HOW TO COMPLETE THIS TASK: A single number is required: how many lines in the records below contain "shutil".

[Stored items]
|---|

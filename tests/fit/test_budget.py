"""The systematic budget: an auxiliary channel's contribution, declared terms, the report table.

The record (tests/helpers/aux_runs.py, an invented laboratory) has a signal that couples with
5 Hz/K to a recorded temperature channel whose 2 theta part swings over the solar day: a
channel-driven systematic that mimics sidereal coefficient signals.
"""

from __future__ import annotations

import math
import warnings

import numpy as np
import pytest

from fringe.errors import ConfigError, FringeWarning, InputFileError
from fringe.fit.run import fit_run
from fringe.fit.settings import FitSettings
from fringe.io.budget_file import read_budget
from fringe.io.fit_result import FitResult
from tests.helpers.aux_runs import PSI_DEG, TEMP_MEAN_K, aux_coupled_run

FREE = ("ke_XY", "ke_XZ", "ke_YZ", "ke_XXmYY", "ke_ZZ")
COUPLING = 5.0          # Hz/K, invented

BUDGET = """
[[term]]
name = "mount creep"
coefficient = "ke_ZZ"
size = 3e-17
units = "1"

[[term]]
name = "tilt residual"
harmonic = "C0"
size = 0.004
units = "Hz"

[[scale]]
name = "frequency calibration"
relative = 0.02
"""


def _fit(path, **kw):
    with warnings.catch_warnings():
        warnings.simplefilter("ignore", FringeWarning)
        return fit_run(path, FitSettings(free=FREE, **kw.pop("settings", {})), **kw)[0]


@pytest.fixture(scope="module")
def fits(tmp_path_factory):
    """Fits of the coupled record with and without the regression, and of the same noise
    without the coupling (one seed: the noise is shared exactly)."""
    d = tmp_path_factory.mktemp("budget")
    coupled = aux_coupled_run(d / "coupled.h5", coupling=COUPLING, seed=3)
    clean = aux_coupled_run(d / "clean.h5", coupling=0.0, seed=3)
    (d / "budget.toml").write_text(BUDGET, encoding="utf-8")
    budget = read_budget(d / "budget.toml")
    return {"regressed": _fit(coupled, settings={"regress": ("temp",)}, budget=budget),
            "unregressed": _fit(coupled), "clean": _fit(clean), "dir": d}


def test_aux_contribution_matches_the_injected_systematic(fits):
    """The budget's shift for the channel equals what the coupled channel really puts into
    each coefficient (the unregressed fit minus the fit of the same noise without coupling)
    within the shift's own sigma (3 sigma band; coupling and channel-noise parts in
    quadrature). Derivation: the omitted-variable formula of least squares, shift = P a with
    P = -V_oJ V_JJ^-1 ([R-stat-omitted-variable], derived). The injected effect is
    significant (> 4 sigma of
    the fit for ke_XZ and ke_ZZ), so a wrong P would fail."""
    reg, unreg, clean = fits["regressed"], fits["unregressed"], fits["clean"]
    budget = reg.systematics.coefficients
    for n in FREE:
        injected = unreg.coefficients[n].value - clean.coefficients[n].value
        c = budget[n]
        sigma = math.hypot(c["terms"]["aux:temp"], c["terms"]["aux-noise:temp"])
        assert abs(c["shift"]["aux:temp"] - injected) < 3 * sigma, n
    for n in ("ke_XZ", "ke_ZZ"):
        injected = unreg.coefficients[n].value - clean.coefficients[n].value
        assert abs(injected) > 4 * reg.coefficients[n].sigma


def test_aux_shift_is_the_difference_of_the_two_fits(fits):
    """Omitted variables ([R-stat-omitted-variable], derived): the fit without the channel's
    column differs from the fit with it by exactly P a, and its covariance is the budget's
    statistical part.
    Exact for equal weights; the two fits rescale their C and B rows by their own reduced
    chi2, which moves the result by ~1 % here (tolerance 5 %)."""
    reg, unreg = fits["regressed"], fits["unregressed"]
    for n in FREE:
        c = reg.systematics.coefficients[n]
        fwl = unreg.coefficients[n].value - reg.coefficients[n].value
        assert c["shift"]["aux:temp"] == pytest.approx(fwl, rel=0.05, abs=0.05 * c["total"])
        assert c["statistical"] == pytest.approx(unreg.coefficients[n].sigma, rel=0.02)
        assert c["fit_sigma"] == pytest.approx(reg.coefficients[n].sigma, rel=1e-12)


def test_channel_harmonics_and_coupling(fits):
    """The channel's own C0 and B0 are its mean 2 theta amplitude along cos 2 psi and
    sin 2 psi (derived from the channel's definition in tests/helpers/aux_runs.py:
    cos 2(theta - psi) = cos 2theta cos 2psi + sin 2theta sin 2psi, C10); the solar-day
    swing leaks into the sidereal constant term by < 1e-3 of it over 1.5 d (measured margin
    1e-4). The coupling is recovered within 3 sigma."""
    ch = fits["regressed"].systematics.channels["temp"]
    h = dict(zip(ch["harmonics"]["names"], ch["harmonics"]["value"]))
    assert h["C0"] == pytest.approx(TEMP_MEAN_K * math.cos(math.radians(2 * PSI_DEG)), rel=1e-3)
    assert h["B0"] == pytest.approx(TEMP_MEAN_K * math.sin(math.radians(2 * PSI_DEG)), rel=1e-3)
    assert ch["units"] == "K"
    assert abs(ch["coupling"]["value"] - COUPLING) < 3 * ch["coupling"]["sigma"]


def test_declared_terms_add_in_quadrature(fits):
    """total^2 = statistical^2 + the channels' joint variance + the channel-noise term + every
    declared term^2 (derived: independent terms); a coefficient term enters its coefficient
    only; a scale term is relative x |value|."""
    s = fits["regressed"].systematics
    values = {n: e.value for n, e in fits["regressed"].coefficients.items()}
    for n, c in s.coefficients.items():
        t = c["terms"]
        expected = (c["statistical"] ** 2 + s.aux_joint_variance[n] + t["aux-noise:temp"] ** 2
                    + t["mount creep"] ** 2 + t["tilt residual"] ** 2
                    + t["frequency calibration"] ** 2)
        assert c["total"] == pytest.approx(math.sqrt(expected), rel=1e-12)
        assert t["frequency calibration"] == pytest.approx(0.02 * abs(values[n]), rel=1e-12)
        assert t["mount creep"] == (3e-17 if n == "ke_ZZ" else 0.0)
        # one channel: its joint variance is its coupling term squared
        assert s.aux_joint_variance[n] == pytest.approx(t["aux:temp"] ** 2, rel=1e-9)


def test_harmonic_term_maps_through_the_coefficient_map(fits):
    """A declared C0 size lands on ke_ZZ (C0 carries ke_ZZ alone) as size / (dC0/d ke_ZZ),
    with dC0/d ke_ZZ from the harmonic table of fringe.experiment.harmonics (another code
    path than the per-turn design; 5 % for the turn-averaging and precession terms)."""
    from fringe.experiment.harmonics import harmonics_at
    from fringe.fit.run import setup_from_run

    setup, _ = setup_from_run(str(fits["dir"] / "coupled.h5"), "sme")
    coef, _, labels = harmonics_at(setup, 0.0, names=FREE)
    dc0 = coef[0][list(labels).index("ke_ZZ")]
    got = fits["regressed"].systematics.coefficients["ke_ZZ"]["terms"]["tilt residual"]
    assert got == pytest.approx(0.004 / abs(dc0), rel=0.05)


def test_budget_round_trips_and_report_shows_the_table(fits, tmp_path):
    """The systematics part survives to_dict/from_dict; the report's Markdown has the budget
    table (one row per coefficient, a column per term) and the stat/syst limit lines; the
    headline uses the total sigma."""
    import json

    from fringe.io.atomic import write_json_atomic
    from fringe.report.build import assemble_report, write_report

    res = fits["regressed"]
    again = FitResult.from_dict(json.loads(json.dumps(res.to_dict())))
    assert again.systematics.coefficients == res.systematics.coefficients
    write_json_atomic(tmp_path / "fit.json", res.to_dict())
    content = assemble_report(tmp_path / "fit.json")
    assert content.headline["sigma"] == "total"
    write_report(content, tmp_path / "rep")
    md = (tmp_path / "rep" / "report.md").read_text(encoding="utf-8")
    assert "## Systematic budget" in md
    header = next(line for line in md.splitlines() if line.startswith("| coefficient | stat"))
    for term in ("aux:temp", "mount creep", "tilt residual", "frequency calibration", "total"):
        assert term in header
    assert sum(line.startswith(f"| {n} |") for n in FREE for line in md.splitlines()) >= 10
    assert md.count("(stat)") == len(FREE) and md.count("(syst)") == len(FREE)
    summary = json.loads((tmp_path / "rep" / "summary.json").read_text(encoding="utf-8"))
    assert summary["blinded"] is False and "systematics" in summary


def test_scale_terms_follow_the_values():
    """with_scales: scale sigma = relative x |value|, None (withheld) without values; the
    totals are redone (derived: quadrature)."""
    from fringe.io.fit_budget import Systematics

    s = Systematics({"a": {"statistical": 3.0, "fit_sigma": 3.0, "terms": {"d": 4.0},
                           "shift": {}, "total": 5.0}},
                    [{"name": "d", "kind": "declared-coefficient", "source": "", "note": ""},
                     {"name": "cal", "kind": "scale", "source": "", "relative": 0.1,
                      "note": ""}])
    withheld = s.with_scales(None)
    assert withheld.coefficients["a"]["terms"]["cal"] is None
    assert withheld.coefficients["a"]["total"] == pytest.approx(5.0)
    assert withheld.withheld == ("cal",)
    shown = s.with_scales({"a": -120.0})
    assert shown.coefficients["a"]["terms"]["cal"] == pytest.approx(12.0)
    assert shown.coefficients["a"]["total"] == pytest.approx(13.0)      # 3-4-12-13


@pytest.mark.parametrize("text, field, words", [
    ("[[term]]\nname='x'\ncoeficient='ke_XY'\nsize=1e-17\nunits='1'\n", "term[0].coeficient",
     "did you mean 'coefficient'"),
    ("[[terms]]\nname='x'\n", "terms", "did you mean 'term'"),
    ("[[term]]\nname='x'\ncoefficient='ke_XY'\nharmonic='C0'\nsize=1\nunits='1'\n", "term[0]",
     "exactly one of"),
    ("[[term]]\nname='x'\nharmonic='Cs3'\nsize=1\nunits='Hz'\n", "term[0].harmonic",
     "expected one of"),
    ("[[term]]\nname='x'\ncoefficient='ke_XY'\nsize=-1\nunits='1'\n", "term[0].size",
     "number > 0"),
    ("[[term]]\ncoefficient='ke_XY'\nsize=1\nunits='1'\n", "term[0].name", "missing"),
    ("[[scale]]\nname='c'\nrelative='2%'\n", "scale[0].relative", "number > 0"),
    ("[[scale]]\nname='c'\nrelative=0.1\n[[scale]]\nname='c'\nrelative=0.2\n", "name",
     "twice"),
    ("", "term", "at least one"),
    ("[[term]\n", "TOML", "valid TOML"),
])
def test_budget_file_errors_are_one_line(tmp_path, text, field, words):
    """Each bad budget file: one line naming the file, the field and what was expected."""
    p = tmp_path / "b.toml"
    p.write_text(text, encoding="utf-8")
    with pytest.raises(InputFileError) as err:
        read_budget(p)
    msg = str(err.value)
    assert "\n" not in msg and "b.toml" in msg and f": {field}:" in msg and words in msg


def test_budget_terms_checked_against_the_fit(fits, tmp_path):
    """A term on a name the theory lacks or in the wrong units is refused before any work; a
    term on a coefficient the fit holds fixed is refused with the free set named."""
    path = str(fits["dir"] / "coupled.h5")
    for body, words in (("coefficient='ke_QQ'\nsize=1e-17\nunits='1'", "ke_QQ"),
                        ("harmonic='C0'\nsize=1e-3\nunits='1'", "expected 'Hz'"),
                        ("coefficient='ke_XY'\nsize=1e-17\nunits='Hz'", "expected '1'")):
        p = tmp_path / "b.toml"
        p.write_text(f"[[term]]\nname='x'\n{body}\n", encoding="utf-8")
        with pytest.raises(ConfigError, match=words):
            fit_run(path, FitSettings(free=FREE), budget=read_budget(p))
    p.write_text("[[term]]\nname='x'\ncoefficient='ke_ZZ'\nsize=1e-17\nunits='1'\n",
                 encoding="utf-8")
    with pytest.raises(ConfigError, match="expected a free coefficient"), \
            warnings.catch_warnings():
        warnings.simplefilter("ignore", FringeWarning)
        fit_run(path, FitSettings(free=("ke_XY", "ke_XXmYY")), budget=read_budget(p))


def test_no_budget_no_section(fits):
    """A fit without --regress and --budget has no systematics part (files as before)."""
    assert fits["unregressed"].systematics is None
    assert "systematics" not in fits["unregressed"].to_dict()
    assert np.isfinite(fits["clean"].coefficients["ke_ZZ"].sigma)


def test_calibration_scale_is_one_budget_entry(fits, tmp_path):
    """A run file declaring a relative scale uncertainty (format version 2): the budget's
    term ``calibration scale`` is the calibration's own scale_sigma (relative x |value|), not
    a second copy of it."""
    import shutil

    import h5py

    path = tmp_path / "cal.h5"
    shutil.copy(fits["dir"] / "coupled.h5", path)
    with h5py.File(path, "r+") as f:
        f.attrs["fringe_format_version"] = 2
        attrs = f["samples/signal"].attrs
        attrs["scale_factor"], attrs["scale_rel_sigma"] = 1.0, 0.03
        attrs["instrument_units"] = "Hz"
    res = _fit(str(path), settings={"regress": ("temp",)})
    for n in FREE:
        terms = res.systematics.coefficients[n]["terms"]
        assert terms["calibration scale"] == res.calibration.scale_sigma[n]
        assert terms["calibration scale"] == pytest.approx(0.03 * abs(res.coefficients[n].value))
    assert [t["name"] for t in res.systematics.terms].count("calibration scale") == 1


def test_blinded_budget_withholds_the_scale_terms_until_unblinding(fits):
    """Blinded, the scale terms (relative x |value|) are withheld and the totals leave them out;
    unblinding restores them from the true values and redoes the totals; the other terms do not
    depend on the values and are the same blinded or not."""
    from fringe.fit.blinding import blind_fit, unblind

    budget = read_budget(fits["dir"] / "budget.toml")
    with warnings.catch_warnings():
        warnings.simplefilter("ignore", FringeWarning)
        res, columns = fit_run(str(fits["dir"] / "coupled.h5"),
                               FitSettings(free=FREE, regress=("temp",)), budget=budget)
    with columns:
        blinded, _, key = blind_fit(res, columns, entropy=b"budget".ljust(32, b"."))
    s = blinded.systematics
    assert s.withheld == ("frequency calibration",)
    for n, c in s.coefficients.items():
        assert c["terms"]["frequency calibration"] is None
        for term in ("aux:temp", "aux-noise:temp", "mount creep", "tilt residual"):
            assert c["terms"][term] == res.systematics.coefficients[n]["terms"][term]
    plain, _ = unblind(blinded, key.bound_to("0" * 64), "0" * 64)
    for n, c in plain.systematics.coefficients.items():
        ref = res.systematics.coefficients[n]
        assert c["terms"]["frequency calibration"] == pytest.approx(
            ref["terms"]["frequency calibration"], rel=1e-9)
        assert c["total"] == pytest.approx(ref["total"], rel=1e-12)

|---|

ANSWER BOX: 2